# [Fri 14th Mar 2014] REEL NEWS FUNKY FOLK NIGHT (London)



## avenginangel (Mar 4, 2014)

Reel News present our favourite bands and our favourite dj in our favourite South London pub! Join us for a great night out.

LIVE ACTS:

THE NO FRILLS BAND
The South London Press recently described The No Frills Band as ‘ramshackle folksy Brixtonites’. They play folk and country tunes from all over the world, on a great variety of instruments, usually at breakneck speed.
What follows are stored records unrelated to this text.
def test_cohort_tables(study, first_run):
    out = first_run["out"]
    cs = pd.read_csv(out / "cohort_summary.csv")
    assert list(cs["sample_id"]) == study["good"]
    assert list(cs["group"]) == ["control"] * 3 + ["treated"] * 2
    for sid in study["good"]:
        summary = json.loads((out / sid / "summary.json").read_text())
        row = cs.set_index("sample_id").loc[sid]
        assert row["total_length_mm"] == pytest.approx(summary["total_length_mm"], rel=1e-12)
        assert row["junctions"] == summary["junctions"]
    segs = pd.read_parquet(out / "cohort_segments.parquet")
    bifs = pd.read_parquet(out / "cohort_bifurcations.parquet")
    for sid in study["good"]:
        n = len(pd.read_csv(out / sid / "segments.csv"))
        assert (segs["sample_id"] == sid).sum() == n
        assert (bifs["sample_id"] == sid).sum() == len(pd.read_csv(out / sid / "bifurcations.csv"))
    # Y-branches of larger calibre: the treated group's radii are larger;
    # check the table against scipy.stats computed directly on the per-sample values.
    comp = pd.read_csv(out / "group_comparison.csv").set_index("measure")
    r = comp.loc["radius_median_um"]
    a = cs.loc[cs["group"] == "control", "radius_median_um"].to_numpy()
    b = cs.loc[cs["group"] == "treated", "radius_median_um"].to_numpy()
    assert (r["group_a"], r["group_b"], r["n_a"], r["n_b"]) == ("control", "treated", 3, 2)
    assert r["mean_a"] == pytest.approx(a.mean()) and r["sd_b"] == pytest.approx(b.std(ddof=1))
    assert r["difference"] == pytest.approx(b.mean() - a.mean()) and r["difference"] > 0
    mw = stats.mannwhitneyu(a, b, alternative="two-sided")
    assert r["mann_whitney_u"] == pytest.approx(mw.statistic) and r["p_value"] == pytest.approx(mw.pvalue)


def test_second_run_skips_and_force_redoes(study, first_run):
    out = first_run["out"]
    code = main(["batch", str(study["sheet"]), "-o", str(out), "--workers", "2", "--quiet"])
    assert code == 1  # the two bad samples fail again
    meta = json.loads((out / "batch.json").read_text())
    assert meta["counts"]["skipped"] == 5 and meta["counts"]["done"] == 0
    for sid in study["good"]:  # untouched outputs
        assert (out / sid / "segments.csv").stat().st_mtime_ns == first_run["mtimes"][sid]
    before = pd.read_csv(out / "cohort_summary.csv")
    code = main(["batch", str(study["sheet"]), "-o", str(out), "--workers", "2", "--quiet", "--force"])
    meta = json.loads((out / "batch.json").read_text())
    assert code == 1 and meta["counts"]["done"] == 5 and meta["counts"]["skipped"] == 0
    for sid in study["good"]:
        assert (out / sid / "segments.csv").stat().st_mtime_ns != first_run["mtimes"][sid]
    pd.testing.assert_frame_equal(pd.read_csv(out / "cohort_summary.csv"), before)  # deterministic


def test_changed_config_redoes(study, tmp_path):
    sheet = tmp_path / "one.csv"
    src = study["root"] / "volumes" / "ctrl0.tif"
    sheet.write_text(f"sample_id,path,group\nc0,{src},control\n", encoding="utf-8")
    out = tmp_path / "out"
    assert main(["batch", str(sheet), "-o", str(out), "--workers", "1", "--quiet"]) == 0
    cfg = tmp_path / "c.yaml"
    cfg.write_text("pruning:\n  min_fragment_length_um: 12.0\n", encoding="utf-8")
    assert main(["batch", str(sheet), "-o", str(out), "--workers", "1", "--quiet", "--config", str(cfg),
                 "--report"]) == 0
    meta = json.loads((out / "batch.json").read_text())
    assert meta["counts"]["done"] == 1
    assert (out / "report.html").is_file() and any((out / "figures").glob("*.png"))
    assert load_result(out / "c0").run["config"]["pruning"]["min_fragment_length_um"] == 12.0
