def write_volume(
    path: str | Path,
    mask: np.ndarray,
    *,
    spacing: Sequence[float],
    truth: Mapping[str, Any] | None = None,
    compression: str | None = "zlib",
) -> Path:
    """Write a mask as a uint8 0/255 ImageJ TIFF, and its truth beside it.

    Parameters
    ----------
    path : str or Path
        TIFF file to write.
    mask : ndarray, shape (Z, Y, X)
        Non-zero = vessel.
    spacing : sequence of 3 float
        ``(dz, dy, dx)`` µm, stored as ImageJ resolution and ``spacing``.
    truth : mapping, optional
        Written as JSON to ``<stem>.truth.json`` in the same folder.
    compression : str or None
        tifffile compression name (default ``'zlib'``).

    Returns
    -------
    Path
        The TIFF path.
    """
    import tifffile

    arr = np.asarray(mask)
    if arr.ndim != 3:
        raise _bad("mask", "a 3-D array (Z, Y, X)", f"shape {arr.shape}")
    d = _spacing(spacing)
    if compression is not None and not isinstance(compression, str):
        raise _bad("compression", "None or a compression name such as 'zlib'", compression)
    from .tables import write_atomic

    p = Path(path)
    data = np.where(arr != 0, np.uint8(255), np.uint8(0))
    # Atomic writes: a full disk leaves the earlier file (or none), never half a volume.
    write_atomic(p, lambda tmp: tifffile.imwrite(
        tmp,
        data,
        imagej=True,
        resolution=(1.0 / d[2], 1.0 / d[1]),
        metadata={"spacing": float(d[0]), "unit": "um", "axes": "ZYX"},
        compression=compression,
    ))
    if truth is not None:
        text = json.dumps(truth, separators=(",", ":"), default=_json_default)
        write_atomic(truth_path_for(p), lambda tmp: tmp.write_text(text + "\n", encoding="utf-8"))
    return p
Website Urban 75 have described them as ‘the best thing about living in Brixton’ and we wouldn’t want to argue with that!
Listen here: http://thenofrillsband.co.uk/listen-and-watch/

JOLI BLON
UK Cajun favourites Joli Blon, feature accordion player Lucy Vines + fiddler Fliss Premru. Put on your dancing shoes for classic Lousiana two-steps and waltzes - this band are made to make you move!
Listen here: 

THE BRIXTON 49ers
The 49ers use strumming mandolin, banjo, fiddle and steel guitar to blend an eclectic range of covers that stretches from Kylie to The Only Ones, from Billy Bragg to Dawn Penn and from Mississippi John Hurt to Leadbelly… Reel News favourites, because they’re always fun!
Listen here: http://www.reverbnation.com/thebrixton49ers/song/17265639-jungle-lullaby

DJ PRINCE JIMMY was so popular at our last party that we were really pleased he agreed to come back to play another set of classic roots and dub reggae to keep you all moving until late into the night.

This is a benefit for Reel News. Suggested donation £3 unwaged £6 waged - or more if you can!


----------